Vladimir Putin has ordered the Russian state energy giant Gazprom to cut natural gas supplies to and through Ukraine to the EU in a little reported move. It took place late on Wednesday and was overshadowed by the Swiss National Bank market turmoil yesterday.
Russia has shut off gas supplies through Ukraine to six EU states, ostensibly due to Ukraine’s alleged illegal siphoning gas from the pipeline. The European Union warned that the sudden cut-off to some of its member countries was ‘completely unacceptable’. The move comes just as winter begins to bite across Europe.
The pipeline crossing Ukraine supplies over 60% of the entire EU’s natural gas. Six countries – Greece, Bulgaria, Macedonia, Croatia, Romania and Turkey – report a complete halt of gas coming in from Russia.
Yesterday, Ukraine confirmed that Russia had completely cut off their supply. Croatia said it was temporarily reducing supplies to industrial customers while Bulgaria said it had enough gas only ‘for a few days’ and was already in a ‘crisis situation’.
There is the risk of an energy crisis and it is worrying that the move comes about at a time of increased maneuverings and posturing by NATO and the Russian army and deepening conflict in Ukraine.
Ukraine lurched back toward full-scale conflict today as troops loyal to the new Ukraine government battled with pro-Russian forces for control of an eastern airport.
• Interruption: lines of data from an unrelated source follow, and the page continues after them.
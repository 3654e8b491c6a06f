import { mmPerFoot } from '../../../../shared/units.ts'
import { glyphSize } from './glyphs.ts'
import { metrics, monoWidth } from './metrics.ts'
import type { Fixture, HouseRoom } from './readHouse.ts'
import type { Exit } from './readTrips.ts'
import type { Glyph } from './riserLayout.ts'

/** What a room needs in width, and what of it each fixture takes. */
export interface RoomNeed {
  readonly room: HouseRoom
  readonly blocks: readonly { readonly fixture: Fixture; readonly exits: readonly Exit[]; readonly width: number }[]
  readonly pitch: number
  readonly width: number
  /** What goes to its racks, at the east end of the bay. */
  readonly rackWidth: number
}

export interface Contents {
  readonly exits: ReadonlyMap<string, readonly Exit[]>
  readonly glyphs: ReadonlyMap<string, Glyph | null>
}

export function roomNeed(room: HouseRoom, { exits, glyphs }: Contents, pitch: number, isDense: boolean, rackWidth: number): RoomNeed {
  const pad = room.isOutside ? metrics.outsidePad : metrics.bayPad
  const blocks = room.fixtures.map((fixture): { fixture: Fixture; exits: readonly Exit[]; width: number } => {
    const own = exits.get(fixture.key) ?? []
    const glyph = glyphs.get(fixture.key)
    const face = isDense ? 12 : 21
    const picture = glyph && !isDense ? Math.min(36, glyphSize(glyph, own.length)[0]) : 0
    return { fixture, exits: own, width: Math.max(own.length * pitch, own.length ? 0 : face, picture && picture > pitch * 1.6 ? picture : 0, isDense ? 0 : Math.min(face, pitch)) }
  })
  if (!isDense) giveNeighboursRoom(room.room.code, blocks)
  const content = 2 * pad + blocks.reduce((sum, block) => sum + block.width, 0)
  const nameWidth = 44 + Math.min(room.room.name.length, isDense ? 9 : 13) * 6.3
  const drawn = Math.min(isDense ? 130 : 240, Math.max(56, ((room.maxX - room.minX) / mmPerFoot) * metrics.planPxPerFoot * (isDense ? 0.6 : 1)))
  const own = rackWidth ? Math.max(content, 52) : Math.max(content, nameWidth, drawn)
  return { room, blocks, pitch, width: own, rackWidth }
}

/** Two plates about as high as each other stand far enough apart for both codes. */
function giveNeighboursRoom(code: string, blocks: { fixture: Fixture; width: number }[]): void {
  blocks.forEach((block, index) => {
    const next = blocks[index + 1]
    if (!next?.fixture.plate || !block.fixture.plate || Math.abs(block.fixture.up - next.fixture.up) > 0.16) return
    const codes = [block, next].map(({ fixture }) => monoWidth(`${code}${fixture.plate?.number ?? ''}`, codeFont))
    const missing = Math.max(codeRoom, (codes[0]! + codes[1]!) / 2 + 4) - (block.width + next.width) / 2
    if (missing <= 0) return
    block.width += missing
    next.width += missing
  })
}
const codeRoom = 24
const codeFont = 8.5

/** Where each run comes down and where each fixture hangs, in a bay from x0 to x1. Extra width goes between fixtures. */
export function spreadRoom(need: RoomNeed, x0: number, x1: number, slots: Map<Exit, number>, centres: Map<string, number>): void {
  const pad = need.room.isOutside ? metrics.outsidePad : metrics.bayPad
  const inner = x1 - x0 - 2 * pad
  const spare = Math.max(0, inner - need.blocks.reduce((sum, block) => sum + block.width, 0))
  const gap = need.blocks.length ? spare / need.blocks.length : 0
  let at = x0 + pad
  for (const block of need.blocks) {
    at += gap / 2
    const middle = at + block.width / 2
    const step = block.exits.length ? Math.min(block.width / block.exits.length, Math.max(need.pitch, 20)) : 0
    block.exits.forEach((exit, index) => slots.set(exit, middle + (index - (block.exits.length - 1) / 2) * step))
    centres.set(block.fixture.key, middle)
    at += block.width + gap / 2
  }
}
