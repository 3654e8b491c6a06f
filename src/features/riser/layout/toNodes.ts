import type { RiserLayout } from './riserLayout.ts'

/** A node for the canvas: a place, a size, and what it stands for. */
export interface RiserNode {
  readonly id: string
  readonly type: 'level' | 'bay' | 'plate' | 'device' | 'rack' | 'pathway'
  readonly position: { x: number; y: number }
  readonly size: { readonly w: number; readonly h: number }
  readonly index: number
  readonly zIndex: number
  readonly draggable: boolean
}

/** How nodes and layers of the drawing lie over each other. */
export const layers = { house: -1, bay: 1, rack: 2, lit: 3, device: 4, plate: 5, pathway: 6, tags: 7, level: 1 } as const

/** The drawing as few nodes: levels, bays, plates, devices, racks, chases. Runs are no nodes. */
export function toNodes(layout: RiserLayout, canDesign: boolean): RiserNode[] {
  return [
    ...layout.captions.map((caption, index): RiserNode => node('level', caption.levelId, index, { x: caption.x - 4, y: caption.y, w: 88, h: caption.small ? 28 : 60 }, layers.level, false)),
    ...layout.bays.map((bay, index): RiserNode => node('bay', bay.roomId, index, bay, layers.bay, false)),
    ...layout.racks.map((box, index): RiserNode => node('rack', box.rack.id, index, box, layers.rack, canDesign)),
    ...layout.devices.map((spot, index): RiserNode => node('device', spot.device.id, index, spot, layers.device, canDesign && spot.device.roomId !== null)),
    ...layout.plates.map((spot, index): RiserNode => node('plate', spot.plate.id, index, { x: spot.x - spot.w / 2, y: spot.y - spot.h / 2, w: spot.w, h: spot.h }, layers.plate, canDesign)),
    ...layout.chases.map((box, index): RiserNode => node('pathway', box.pathwayIds[0]!, index, { x: box.note.x - 38, y: box.note.y - 20, w: 76, h: 40 }, layers.pathway, false)),
  ]
}

const node = (type: RiserNode['type'], id: string, index: number, box: { x: number; y: number; w: number; h: number }, zIndex: number, draggable: boolean): RiserNode => ({
  id: `${type}:${id}`, type, index, position: { x: box.x, y: box.y }, size: { w: box.w, h: box.h }, zIndex, draggable,
})
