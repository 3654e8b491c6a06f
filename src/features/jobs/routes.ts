import type { RouteRecordRaw } from 'vue-router'

export const jobsRoutes: RouteRecordRaw[] = [{ path: '/jobs', component: () => import('./JobsPage.vue') }]
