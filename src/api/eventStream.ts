/** What a stream says: a number that grows. */
interface Listening {
  readonly close: () => void
}

/**
 * Follows a server's events and comes back by itself; every message is a JSON object with a version. `onBroken` is told
 * each time the stream ends: the reason, a session that is over say, shows only to whoever asks otherwise.
 */
export function followVersions(path: string, onVersion: (version: number) => void, onBroken?: () => void): Listening {
  let source: EventSource | undefined
  let timer: ReturnType<typeof setTimeout> | undefined
  let waitMs = 1000
  let closed = false

  function open() {
    source = new EventSource(path)
    source.onopen = () => (waitMs = 1000)
    source.onmessage = (event: MessageEvent<string>) => {
      const version = versionIn(event.data)
      if (version !== undefined) onVersion(version)
    }
    source.onerror = () => {
      source?.close()
      if (closed) return
      onBroken?.()
      timer = setTimeout(open, waitMs)
      waitMs = Math.min(waitMs * 2, 30_000)
    }
  }
  open()
  return {
    close: () => {
      closed = true
      clearTimeout(timer)
      source?.close()
    },
  }
}

function versionIn(data: string): number | undefined {
  try {
    const said = JSON.parse(data) as { version?: unknown }
    return typeof said.version === 'number' ? said.version : undefined
  } catch {
    return undefined
  }
}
Ukraine said yesterday that cease fire violations have surged to a new record, while the nation’s security council warned the unrest may spark a “continental war” and German Chancellor Angela Merkel called for emergency talks.
Russia is planning to divert it’s EU bound natural gas to a pipeline through Turkey opening at the Turkey-Greece border. Bloomberg quotes Valentin Zemlyansky of the Ukrainian gas company Naftogaz, “They [the Russians] have reduced deliveries to 92 million cubic metres per 24 hours compared to the promised 221 million cubic metres without explanation,”
“We do not understand how we will deliver gas to Europe. This means that in a few hours problems with supplies to Europe will begin.”
Russian Energy Minister, Alexander Novak put it bluntly, “The decision has been made. We are diversifying and eliminating the risks of unreliable countries that caused problems in past years, including for European consumers.”
Bloomberg reports, “Gazprom, the world’s biggest natural gas supplier, plans to send 63 billion cubic meters through a proposed link under the Black Sea to Turkey, fully replacing shipments via Ukraine, Chief Executive Officer Alexey Miller said during the discussions.”
“We have informed our European partners, and now it is up to them to put in place the necessary infrastructure starting from the Turkish-Greek border,” Miller said.
Such a project would likely take months to implement. In the mean-time many Europeans may not have access to gas to warm their homes through winter and many industries will also be without gas – effecting production, employment in already struggling economies.
Whether or not Russia is calling Europe’s bluff in a bid to ease sanctions is unclear at this point. It appears that Turkey, an erstwhile NATO member, is warming to Russia, possibly due to the instability that western actions in the Middle East have brought to Turkey’s doorstep.
Earlier this week Turkish President Erdogan made the stunning accusation that “the West” staged the attacks in Paris last week.
The French, also, have been considering a foreign policy independent of the NATO status-quo. France is in the process of completing two battle ships for sale to Russia. Earlier this month President Hollande stated that sanctions against Russia should be lifted.
Tensions and suspicions are escalating even within the Western block. The EU does not have many cards left to play in dealing with Russia.
Tensions in the EU may arise as natural gas required for industry may have to be diverted to households to avoid social upheaval.
Geopolitical tensions are escalating across the world, concurrent with indications of an imminent and severe recession globally.
Gold has played an important role in protecting peoples wealth in uncertain times and will do so again in the coming years.